**Study material**:
§
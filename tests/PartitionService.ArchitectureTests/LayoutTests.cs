using System.Text.RegularExpressions;
using System.Xml.Linq;
using PartitionService.Core.Equilibrium;

namespace PartitionService.ArchitectureTests;

public sealed class LayoutTests
{
    private static readonly string[] Required =
    [
        ".ci", ".editorconfig", ".gitattributes", ".gitignore", ".dockerignore", "DEVELOPERS.md", "Directory.Build.props",
        "Directory.Packages.props", "Dockerfile", "LICENSE", "PartitionService.sln", "README.md", "deploy", "global.json", "protos", "src",
        "tests",
    ];

    [Fact]
    public void Top_level_holds_exactly_the_allowed_names()
    {
        Assert.Empty(Required.Except(Repository.TopLevelNames));
        Assert.Empty(Repository.TopLevelNames.Except(Required));
    }

    [Fact]
    public void Sources_stay_under_400_lines()
    {
        var sources = Repository.Sources("src").Concat(Repository.Sources("tests")).ToArray();
        Assert.NotEmpty(sources);
        Assert.Empty(sources.Where(file => File.ReadLines(file).Count() >= 400).Select(Repository.Relative));
    }

    [Fact]
    public void Every_public_type_of_the_core_has_a_summary()
    {
        var assembly = typeof(VesselCase).Assembly;
        var documented = XDocument.Load(Path.ChangeExtension(assembly.Location, ".xml")).Descendants("member")
            .Where(m => !string.IsNullOrWhiteSpace(m.Element("summary")?.Value))
            .Select(m => m.Attribute("name")!.Value).ToHashSet();
        var types = assembly.GetExportedTypes();
        Assert.NotEmpty(types);
        Assert.All(types, type => Assert.Contains($"T:{type.FullName!.Replace('+', '.')}", documented));
    }

    /// <summary>The pattern is put together so that this file does not match itself.</summary>
    [Fact]
    public void No_text_names_a_course()
    {
        var pattern = new Regex("lec" + "ture", RegexOptions.IgnoreCase);
        Assert.Empty(Repository.TextFiles.Where(file => pattern.IsMatch(File.ReadAllText(file))).Select(Repository.Relative));
    }

    [Theory]
    [InlineData("work")]
    [InlineData("tmp")]
    [InlineData("home")]
    [InlineData("root")]
    [InlineData("Users")]
    public void No_text_holds_a_path_of_one_machine(string folder)
    {
        var pattern = new Regex($"(^|[\\s\"'`=(:])(/{folder}/|[A-Z]:\\\\{folder}\\\\)[\\w.]", RegexOptions.Multiline);
        Assert.Empty(Repository.TextFiles.Where(file => pattern.IsMatch(File.ReadAllText(file))).Select(Repository.Relative));
    }
}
§
**Your instructions**:
Show the lines above with "public".

**Result of this task**:
public sealed class LayoutTests
    public void Top_level_holds_exactly_the_allowed_names()
    public void Sources_stay_under_400_lines()
    public void Every_public_type_of_the_core_has_a_summary()
    public void No_text_names_a_course()
    public void No_text_holds_a_path_of_one_machine(string folder)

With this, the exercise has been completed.